Thank you so very much.

 

If you have a valid license for WinZip then it will work with version 9. If you do not have a license then I suggest 7-Zip as an alternative.

Scan with HijackThis and fix the following:

Remove the following from IE Trusted Zone:

Copy the contents in the quote box to notepad and save as FixME.reg to your Desktop

Double-click on FixME.reg and answer 'Yes'.

Delete c:\windows\cookies\default@ad.yieldmanager[1].txt

Turn Off system Restore.

REBOOT

Turn on System Restore

Post a fresh HijackThis log

 

Hello Shadow

Thank you again for your help. Please forgive my opening two posts.
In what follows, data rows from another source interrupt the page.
import {
	DeleteObjectCommand,
	GetObjectCommand,
	NoSuchKey,
	PutObjectCommand,
	S3Client
} from '@aws-sdk/client-s3';
import { building } from '$app/environment';
import { env } from '$env/dynamic/private';

// Any S3-compatible service by configuration; in development and tests the local stand-in that
// `npm start` / `npm test` run on loopback. Fail fast, as the database client does: uploads have nowhere
// to go without a bucket. The build analyses routes without one.
if (!env.S3_BUCKET && !building)
	throw new Error('S3_BUCKET is not set: bill attachments need an S3-compatible bucket (see DEVELOPERS.md).');

const bucket = env.S3_BUCKET ?? 'build-time-placeholder';
const endpoint = env.S3_ENDPOINT || undefined;

const client = new S3Client({
	region: env.S3_REGION || 'us-east-1',
	endpoint,
	// Self-hosted and stand-in stores answer on one host name, with the bucket in the path.
	forcePathStyle: Boolean(endpoint),
	// Without keys the SDK's own chain applies (instance role, shared profile).
	credentials:
		env.S3_ACCESS_KEY_ID && env.S3_SECRET_ACCESS_KEY
			? { accessKeyId: env.S3_ACCESS_KEY_ID, secretAccessKey: env.S3_SECRET_ACCESS_KEY }
			: undefined,
	// Checksums only where the protocol demands them: many S3-compatible services (and the stand-in)
	// do not know the newer flexible-checksum headers the SDK sends by default.
	requestChecksumCalculation: 'WHEN_REQUIRED',
	responseChecksumValidation: 'WHEN_REQUIRED'
});

export type StoredObject = { body: ReadableStream<Uint8Array>; bytes: number };

export async function putObject(key: string, bytes: Uint8Array, contentType: string): Promise<void> {
	await client.send(
		new PutObjectCommand({
			Bucket: bucket,
			Key: key,
			Body: bytes,
			ContentType: contentType,
			ContentLength: bytes.byteLength
		})
	);
}

/** The object as a stream and its length, or null when the store has no such key. */
export async function getObject(key: string): Promise<StoredObject | null> {
	try {
		const out = await client.send(new GetObjectCommand({ Bucket: bucket, Key: key }));
		if (!out.Body) return null;
		return {
			body: out.Body.transformToWebStream() as ReadableStream<Uint8Array>,
			bytes: out.ContentLength ?? 0
		};
	} catch (error) {
		if (error instanceof NoSuchKey) return null;
		throw error;
	}
}

/** Removes the object; removing a key that is not there is not an error (S3's own rule). */
export async function deleteObject(key: string): Promise<void> {
	await client.send(new DeleteObjectCommand({ Bucket: bucket, Key: key }));
}
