import { and, asc, eq, gt, isNull } from 'drizzle-orm';
import { z } from 'zod';
import { db } from '../db';
import {
	invitations,
	memberships,
	siteGrants,
	sites,
	userTokens,
	users,
	workspaces,
	type Role
} from '../db/schema';
import { hashPassword } from '../auth/password';
import { HOUR_MS, hashToken, newToken } from '../auth/tokens';
import { sendMail } from '../mail';
import { MembershipRuleError } from './membership';

/** How long an invitation link works. */
export const INVITATION_DAYS = 7;

/** An invitation nobody has accepted or withdrawn and that has not expired yet. */
const isOpen = () =>
	and(isNull(invitations.acceptedAt), isNull(invitations.revokedAt), gt(invitations.expiresAt, new Date()));

/** The open invitation behind a link's token. */
const openByToken = (token: string) => and(eq(invitations.tokenHash, hashToken(token)), isOpen());

/** Stores an invitation and mails its link; the mail's wording is the caller's (workspace or site). */
async function sendInvitation(
	row: { workspaceId: string; siteId?: string; email: string; role: Role; invitedBy: SessionUser },
	mail: (inviter: string, link: string) => { subject: string; text: string },
	origin: string
) {
	const { token, tokenHash } = newToken();
	await db.insert(invitations).values({
		...row,
		tokenHash,
		invitedBy: row.invitedBy.id,
		expiresAt: new Date(Date.now() + INVITATION_DAYS * 24 * HOUR_MS)
	});
	const inviter = row.invitedBy.name ? `${row.invitedBy.name} (${row.invitedBy.email})` : row.invitedBy.email;
	await sendMail({ to: row.email, ...mail(inviter, `${origin}/invite/${token}`) });
}

const linkNote = (link: string) =>
	`Open this link to accept (it works once, for ${INVITATION_DAYS} days):\n\n${link}\n`;

/** Invites someone into the workspace by e-mail, unless they are a member already. */
export async function invite(
	input: { workspaceId: string; workspaceName: string; email: string; role: Role; invitedBy: SessionUser },
	origin: string
): Promise<'sent' | 'member'> {
	const [member] = await db
		.select({ userId: users.id })
		.from(memberships)
		.innerJoin(users, eq(users.id, memberships.userId))
		.where(and(eq(memberships.workspaceId, input.workspaceId), eq(users.email, input.email)));
	if (member) return 'member';
	const { workspaceName, ...row } = input;
	await sendInvitation(
		row,
		(who, link) => ({
			subject: `You are invited to ${workspaceName} on Runrate`,
			text: `${who} invites you to join the workspace "${workspaceName}" on Runrate as ${input.role === 'editor' ? 'an editor' : `a ${input.role}`}.\n\n${linkNote(link)}`
		}),
		origin
	);
	return 'sent';
}

/** Shares one site with someone outside the workspace (a client, say) as its editor or viewer, by e-mail. */
export async function inviteToSite(
	input: {
		site: { id: string; name: string; workspaceId: string };
		email: string;
		role: 'editor' | 'viewer';
		invitedBy: SessionUser;
	},
	origin: string
) {
	const { site, ...rest } = input;
	await sendInvitation(
		{ workspaceId: site.workspaceId, siteId: site.id, ...rest },
		(who, link) => ({
			subject: `${site.name} is shared with you on Runrate`,
			text: `${who} shares the site "${site.name}" with you on Runrate, as ${input.role === 'editor' ? 'an editor' : 'a viewer'} of that site only.\n\n${linkNote(link)}`
		}),
		origin
	);
}

/** The workspace's invitations still waiting for an answer, for its owners. */
export async function listPendingInvitations(workspaceId: string) {
	return db
		.select({
			id: invitations.id,
			email: invitations.email,
			role: invitations.role,
			expiresAt: invitations.expiresAt
		})
		.from(invitations)
		.where(and(eq(invitations.workspaceId, workspaceId), isOpen()))
		.orderBy(asc(invitations.email));
}

/** Withdraws an invitation not yet accepted; its link stops working. */
export async function revokeInvitation(workspaceId: string, invitationId: string) {
	await db
		.update(invitations)
		.set({ revokedAt: new Date() })
		.where(
			and(
				eq(invitations.id, invitationId),
				eq(invitations.workspaceId, workspaceId),
				isNull(invitations.acceptedAt)
			)
		);
}

/** The shape of a link's token; anything else is no invitation, and the database is not asked. */
const tokenSchema = z.string().min(20).max(100);

/**
 * The invitation behind a link, with the workspace's name, or null when the token is malformed, unknown,
 * used, revoked or expired.
 */
export async function findOpenInvitation(token: string) {
	if (!tokenSchema.safeParse(token).success) return null;
	const [row] = await db
		.select({
			id: invitations.id,
			email: invitations.email,
			role: invitations.role,
			workspaceId: invitations.workspaceId,
			workspaceName: workspaces.name,
			siteId: invitations.siteId,
			siteName: sites.name,
			expiresAt: invitations.expiresAt
		})
		.from(invitations)
		.innerJoin(workspaces, eq(workspaces.id, invitations.workspaceId))
		.leftJoin(sites, eq(sites.id, invitations.siteId))
		.where(openByToken(token));
	return row ?? null;
}

/**
 * Accepts for someone signed in, only when the invitation was sent to their address: 'closed' when the
 * link no longer works, `{ sentTo }` when it is someone else's, else where the acceptance leads.
 */
export async function acceptAsUser(
	token: string,
	user: { id: string; email: string }
): Promise<'closed' | { sentTo: string } | { home: string }> {
	const invitation = await findOpenInvitation(token);
	if (!invitation) return 'closed';
	if (invitation.email !== user.email.toLowerCase()) return { sentTo: invitation.email };
	const accepted = await acceptInvitation(token, { userId: user.id });
	return accepted ? { home: invitationHome(accepted) } : 'closed';
}

/**
 * Accepts for someone without an account, who chooses a name and password here: 'closed' when the link no
 * longer works, `{ refused }` with the reason when the owner rule turns it down, else the acceptance.
 */
export async function joinByInvitation(token: string, who: { name: string; password: string }) {
	try {
		return (await acceptInvitation(token, who)) ?? ('closed' as const);
	} catch (e: unknown) {
		if (e instanceof MembershipRuleError) return { refused: e.message };
		throw e;
	}
}

/** Where an accepted invitation leads: the shared site, or the workspace. */
export const invitationHome = (accepted: { workspaceId: string; siteId: string | null }) =>
	accepted.siteId ? `/sites/${accepted.siteId}` : `/w/${accepted.workspaceId}`;

/**
 * Accepts once: the row is claimed with a conditional update, so a second click (or a race) finds nothing.
 * A person without an account creates one here; the link proves the address, so it counts as confirmed.
 */
export async function acceptInvitation(
	token: string,
	who: { userId: string } | { name: string; password: string }
): Promise<{ workspaceId: string; siteId: string | null; email: string } | null> {
	const passwordHash = 'password' in who ? await hashPassword(who.password) : null;
	return db.transaction(async (tx) => {
		const [inv] = await tx
			.update(invitations)
			.set({ acceptedAt: new Date() })
			.where(openByToken(token))
			.returning();
		if (!inv) return null;
		let userId: string;
		if ('userId' in who) userId = who.userId;
		else {
			// The invitation was mailed to the address, so accepting it proves the address: an unconfirmed
			// sign-up for it (possibly someone else's) is no owner, and its pending password is void.
			const [created] = await tx
				.insert(users)
				.values({ email: inv.email, name: who.name, passwordHash, emailVerified: new Date() })
				.onConflictDoUpdate({
					target: users.email,
					set: { name: who.name, passwordHash, emailVerified: new Date() },
					setWhere: isNull(users.emailVerified)
				})
				.returning({ id: users.id });
			if (!created) throw new MembershipRuleError('An account already uses this address: sign in to accept.');
			await tx
				.update(userTokens)
				.set({ usedAt: new Date() })
				.where(and(eq(userTokens.userId, created.id), isNull(userTokens.usedAt)));
			userId = created.id;
		}
		// A site-level share gives that site only; a workspace invitation makes a member.
		if (inv.siteId)
			await tx
				.insert(siteGrants)
				.values({ siteId: inv.siteId, userId, role: inv.role === 'editor' ? 'editor' : 'viewer' })
				.onConflictDoUpdate({
					target: [siteGrants.siteId, siteGrants.userId],
					set: { role: inv.role === 'editor' ? 'editor' : 'viewer' }
				});
		else
			await tx
				.insert(memberships)
				.values({ workspaceId: inv.workspaceId, userId, role: inv.role })
				.onConflictDoNothing();
		return { workspaceId: inv.workspaceId, siteId: inv.siteId, email: inv.email };
	});
}
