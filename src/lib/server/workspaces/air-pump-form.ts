// The air-pump page's form: one row a curve point, pressures in the unit the data sheet uses.
import { z } from 'zod';
import { type AirPump, airPumpSchema, PRESSURE_UNITS, type PressureUnit, pressureToKPa } from '$lib/calc';
import { fieldErrors, keepValues } from '$lib/forms/errors';

/** How many point rows the form offers: the schema's most. */
export const MAX_POINT_ROWS = 20;

const UNIT_WORDS: Record<PressureUnit, string> = { kPa: 'kPa', psi: 'psi', inH2O: 'inH₂O' };

/** A box's text as the schema should see it: nothing, a number, or the text itself ("must be a number"). */
function numberOrText(value: FormDataEntryValue | null): unknown {
	if (typeof value !== 'string' || value.trim() === '') return undefined;
	const n = Number(value.trim());
	return Number.isFinite(n) ? n : value;
}

const blank = (value: FormDataEntryValue | null) => typeof value !== 'string' || value.trim() === '';

export type PumpFormResult =
	| { ok: true; pump: AirPump; values: Record<string, string> }
	| { ok: false; errors: Record<string, string>; values: Record<string, string> };

/**
 * Reads the form into the core's pump: rows left wholly blank are skipped, pressures are converted to
 * kPa, and each message comes back under the box it is about (`pressure.3`, `airLpm.3`), in the unit
 * the person chose.
 */
export function readPumpForm(form: FormData): PumpFormResult {
	const values = keepValues(form);
	const unitParsed = z.enum(PRESSURE_UNITS).safeParse(form.get('pressureUnit'));
	if (!unitParsed.success)
		return { ok: false, values, errors: { pressureUnit: 'Pressure unit must be kPa, psi or inH₂O' } };
	const unit = unitParsed.data;
	const rows: number[] = [];
	const points: { pressureKPa: unknown; airLpm: unknown }[] = [];
	for (let row = 0; row < MAX_POINT_ROWS; row++) {
		const pressure = form.get(`pressure.${row}`);
		const air = form.get(`airLpm.${row}`);
		if (blank(pressure) && blank(air)) continue;
		const typed = numberOrText(pressure);
		rows.push(row);
		points.push({
			pressureKPa: typeof typed === 'number' ? pressureToKPa(typed, unit) : typed,
			airLpm: numberOrText(air)
		});
	}
	const parsed = airPumpSchema.safeParse({
		name: form.get('name') ?? undefined,
		points,
		inputWatts: blank(form.get('inputWatts')) ? null : numberOrText(form.get('inputWatts')),
		wireToAirPercent: numberOrText(form.get('wireToAirPercent'))
	});
	if (parsed.success) return { ok: true, pump: parsed.data, values };
	const errors: Record<string, string> = {};
	for (const [path, message] of Object.entries(fieldErrors(parsed.error))) {
		const [head, index, field] = path.split('.');
		if (head !== 'points' || index === undefined) {
			errors[path] ??= message;
			continue;
		}
		const row = rows[Number(index)];
		const key = field === 'airLpm' ? `airLpm.${row}` : `pressure.${row}`;
		errors[key] ??= field === 'pressureKPa' && /at most/.test(message) ? tooHigh(unit) : message;
	}
	return { ok: false, errors, values };
}

/** The schema's 300 kPa ceiling in the unit the person typed. */
function tooHigh(unit: PressureUnit) {
	const most = 300 / pressureToKPa(1, unit);
	return `Pressure must be at most ${most.toLocaleString('en-US', { maximumFractionDigits: 1 })} ${UNIT_WORDS[unit]}`;
}

/** A stored pump as the form's values, pressures in kPa. */
export function pumpFormValues(pump: AirPump): Record<string, string> {
	const values: Record<string, string> = {
		name: pump.name,
		pressureUnit: 'kPa',
		inputWatts: pump.inputWatts === null ? '' : String(pump.inputWatts),
		wireToAirPercent: String(pump.wireToAirPercent)
	};
	pump.points.forEach((point, i) => {
		values[`pressure.${i}`] = String(point.pressureKPa);
		values[`airLpm.${i}`] = String(point.airLpm);
	});
	return values;
}
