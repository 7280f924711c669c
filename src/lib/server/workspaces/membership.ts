import { and, asc, count, eq, sql, type SQL } from 'drizzle-orm';
import { db, type Tx } from '../db';
import { memberships, siteGrants, users, workspaces, type Role } from '../db/schema';

/** A membership change the owner rule refuses; its message is shown on the form as it is. */
export class MembershipRuleError extends Error {}

const memberOf = (workspaceId: string, userId: string) =>
	and(eq(memberships.workspaceId, workspaceId), eq(memberships.userId, userId));

/** The workspace and the user's role there, or null when they are not a member (the guard's one lookup). */
export async function findMembership(workspaceId: string, userId: string) {
	const [row] = await membershipQuery.execute({ workspaceId, userId });
	return row ?? null;
}

// Built once: every page inside a workspace runs it, and building a query costs more CPU than sending it.
const membershipQuery = db
	.select({ id: workspaces.id, name: workspaces.name, role: memberships.role })
	.from(memberships)
	.innerJoin(workspaces, eq(workspaces.id, memberships.workspaceId))
	.where(
		and(
			eq(memberships.workspaceId, sql.placeholder('workspaceId')),
			eq(memberships.userId, sql.placeholder('userId'))
		)
	)
	.prepare('find_membership');

/** The user's role in the workspace, or null when they are not a member. */
export async function memberRole(userId: string, workspaceId: string): Promise<Role | null> {
	const [row] = await db
		.select({ role: memberships.role })
		.from(memberships)
		.where(memberOf(workspaceId, userId));
	return row?.role ?? null;
}

/** The role a site was shared with the user at (editor or viewer), or null when it was not shared with them. */
export async function siteGrantRole(siteId: string, userId: string): Promise<Role | null> {
	const [grant] = await db
		.select({ role: siteGrants.role })
		.from(siteGrants)
		.where(and(eq(siteGrants.siteId, siteId), eq(siteGrants.userId, userId)));
	return grant?.role ?? null;
}

/** The people a membership or a site grant names, with its role, by e-mail. */
function peopleIn<T extends typeof memberships | typeof siteGrants>(grants: T, where: SQL) {
	return (
		db
			.select({ userId: users.id, name: users.name, email: users.email, role: grants.role as T['role'] })
			// Both tables have the same user and role columns; Drizzle's `from` only wants one table type.
			.from(grants as typeof memberships)
			.innerJoin(users, eq(users.id, grants.userId))
			.where(where)
			.orderBy(asc(users.email))
	);
}

/** The members of a workspace with their roles, by e-mail, for the workspace page. */
export async function listMembers(workspaceId: string) {
	return peopleIn(memberships, eq(memberships.workspaceId, workspaceId));
}

/** Locks the workspace's owner rows for the transaction and returns who the owners are. */
async function lockOwners(tx: Tx, workspaceId: string): Promise<string[]> {
	const owners = await tx
		.select({ userId: memberships.userId })
		.from(memberships)
		.where(and(eq(memberships.workspaceId, workspaceId), eq(memberships.role, 'owner')))
		.for('update');
	return owners.map((o) => o.userId);
}

/** Whether `userId` is the workspace's one owner (so they may neither step down nor leave). */
const isLastOwner = (owners: string[], userId: string) => owners.length === 1 && owners[0] === userId;

/**
 * Changes a member's role inside a transaction that locks the workspace's owner rows, so two owners
 * demoting each other at once cannot leave the workspace without one.
 */
export async function changeRole(workspaceId: string, userId: string, role: Role) {
	await db.transaction(async (tx) => {
		const owners = await lockOwners(tx, workspaceId);
		if (role !== 'owner' && isLastOwner(owners, userId))
			throw new MembershipRuleError('A workspace needs an owner: make someone else owner first.');
		const updated = await tx
			.update(memberships)
			.set({ role })
			.where(memberOf(workspaceId, userId))
			.returning({ userId: memberships.userId });
		if (updated.length === 0) throw new MembershipRuleError('That person is not a member of this workspace.');
	});
}

/** Removes a member (or lets one leave); the last owner can do neither. */
export async function removeMember(workspaceId: string, userId: string) {
	await db.transaction(async (tx) => {
		if (isLastOwner(await lockOwners(tx, workspaceId), userId))
			throw new MembershipRuleError(
				'The last owner cannot leave: make someone else owner first, or delete the workspace.'
			);
		await tx.delete(memberships).where(memberOf(workspaceId, userId));
	});
}

/** How many owners the workspace has. */
export async function countOwners(workspaceId: string): Promise<number> {
	const [row] = await db
		.select({ n: count() })
		.from(memberships)
		.where(and(eq(memberships.workspaceId, workspaceId), eq(memberships.role, 'owner')));
	return row?.n ?? 0;
}

/** The people one site is shared with (outside its workspace), with their grant's role. */
export async function siteGuests(siteId: string) {
	return peopleIn(siteGrants, eq(siteGrants.siteId, siteId));
}

/** Stops sharing a site with one guest. */
export async function removeSiteGuest(siteId: string, userId: string) {
	await db.delete(siteGrants).where(and(eq(siteGrants.siteId, siteId), eq(siteGrants.userId, userId)));
}
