def _simulate(rng: np.random.Generator, behaviour: CohortBehaviour, duration_s: int,
              rate_multiplier: float, platforms: list[str]) -> SessionCodes:
    b = behaviour
    pindex = {p: i for i, p in enumerate(platforms)}
    dist = bout_distribution(b, rate_multiplier)
    mean_bout = b.bout_mean_s / rate_multiplier
    combos: dict[str, int] = {}
    combo_lists: list[list[int]] = []

    def combo(codes: list[str]) -> int:
        key = ";".join(sorted(codes))
        if key not in combos:
            combos[key] = len(combo_lists)
            combo_lists.append([pindex[c] for c in sorted(codes)])
        return combos[key]

    stretch_kind, stretch_len, stretch_combo = [], [], []
    b_start, b_end, b_plat = [], [], []
    t = 0
    means = {NONE: b.none_stretch_mean_min, SINGLE: b.single_stretch_mean_min,
             MULTI: b.multi_stretch_mean_min}
    while t < duration_s:
        u = rng.random()
        kind = MULTI if u < b.multi_probability else (
            NONE if u < b.multi_probability + b.none_probability else SINGLE)
        raw = rng.gamma(b.stretch_shape, means[kind] * 60.0 / b.stretch_shape)
        length = min(max(MIN_STRETCH_S[kind], int(round(raw))), duration_s - t)
        if kind == NONE:
            members: list[str] = []
        elif kind == SINGLE:
            members = [_pick(rng, b.single_platforms, set())]
        else:
            anchor = _pick(rng, b.multi_anchors, set())
            members = [anchor, _pick(rng, b.multi_companions, {anchor})]
            spare = set(b.multi_companions) - set(members)
            if spare and rng.random() < b.third_platform_probability:
                members.append(_pick(rng, b.multi_companions, set(members)))
        stretch_kind.append(kind)
        stretch_len.append(length)
        stretch_combo.append(combo(members))

        if kind == SINGLE:
            p = pindex[members[0]]
            if b.lookaway_rate_per_min > 0:
                on_mean = 60.0 / b.lookaway_rate_per_min

                def draw(n: int) -> tuple[np.ndarray, np.ndarray]:
                    return (_whole_seconds(rng.exponential(on_mean, n)),
                            rng.geometric(1.0 / b.lookaway_mean_s, n).astype(np.int64))

                s, e = _renewal(rng, length, draw, on_mean + b.lookaway_mean_s)
            else:
                s, e = np.array([0]), np.array([length])
            plats = np.full(len(s), p, dtype=np.int64)
        elif kind == MULTI:
            def draw(n: int) -> tuple[np.ndarray, np.ndarray]:
                bouts = _whole_seconds(dist.rvs(size=n, random_state=rng))
                has_gap = rng.random(n) < b.gap_probability
                gaps = np.where(has_gap, rng.geometric(1.0 / b.gap_mean_s, n), 0)
                return bouts, gaps.astype(np.int64)

            s, e = _renewal(rng, length, draw, mean_bout + b.gap_probability * b.gap_mean_s)
            idx = np.array([pindex[m] for m in members], dtype=np.int64)
            k = len(idx)
            first = rng.integers(k)
            steps = rng.integers(1, k, size=len(s))
            pos = (first + np.concatenate([[0], np.cumsum(steps[:-1])])) % k
            plats = idx[pos]
        else:
            s = e = plats = np.array([], dtype=np.int64)
        b_start.append(s + t)
        b_end.append(e + t)
        b_plat.append(plats)
        t += length

    lengths = np.array(stretch_len, dtype=np.int64)
    in_view = np.repeat(np.array(stretch_combo, dtype=np.int64), lengths)
    state = np.repeat(np.array(stretch_kind, dtype=np.int8), lengths)
    start = np.concatenate(b_start).astype(np.int64)
    end = np.concatenate(b_end).astype(np.int64)
    plat = np.concatenate(b_plat).astype(np.int64)
    start, end, plat = merge_touching(start, end, plat)
    attended = render_bouts(duration_s, start, end, plat)

    width = max([len(m) for m in combo_lists] + [1])
    members_arr = np.full((len(combo_lists), width), -1, dtype=np.int64)
    for i, m in enumerate(combo_lists):
        members_arr[i, :len(m)] = m
    return SessionCodes(duration_s=duration_s, platforms=list(platforms),
                        combos=list(combos), combo_members=members_arr, in_view=in_view,
                        attended=attended, state=state, bout_start=start, bout_end=end,
                        bout_platform=plat)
Chasling was helpful in directing me to open my hijackThis log. I was trying to open it with an incorrect program other than Notepad.

I have completed your directions.

I have been able to restore 50% of my memory, Thank you, thank you.

However, my system still seems to run slow and it locks up, to the point of having to restart it at the cpu, and then get the message that the system was shut down incorrectly.

 

Your log appears to be clean.

Having both Norton AV and CounterSPY running with resident protection enabled; you are going to see a large amount of your resources in use (i.e. memory).

If you can do with out it, I would disable CounterSPY and only run it as a On-Demand Scanner.

 

How do I disable CounterSpy to only run it on demand? Also I only have it for a few more days. Do you recommend purchasing this software?

What Anti Virus program do you recommend?


Thank you again so very much.

 

If it's the Trial just Uninstall it, CounterSpy has a habit of consuming quite a bit of you CPU cycles.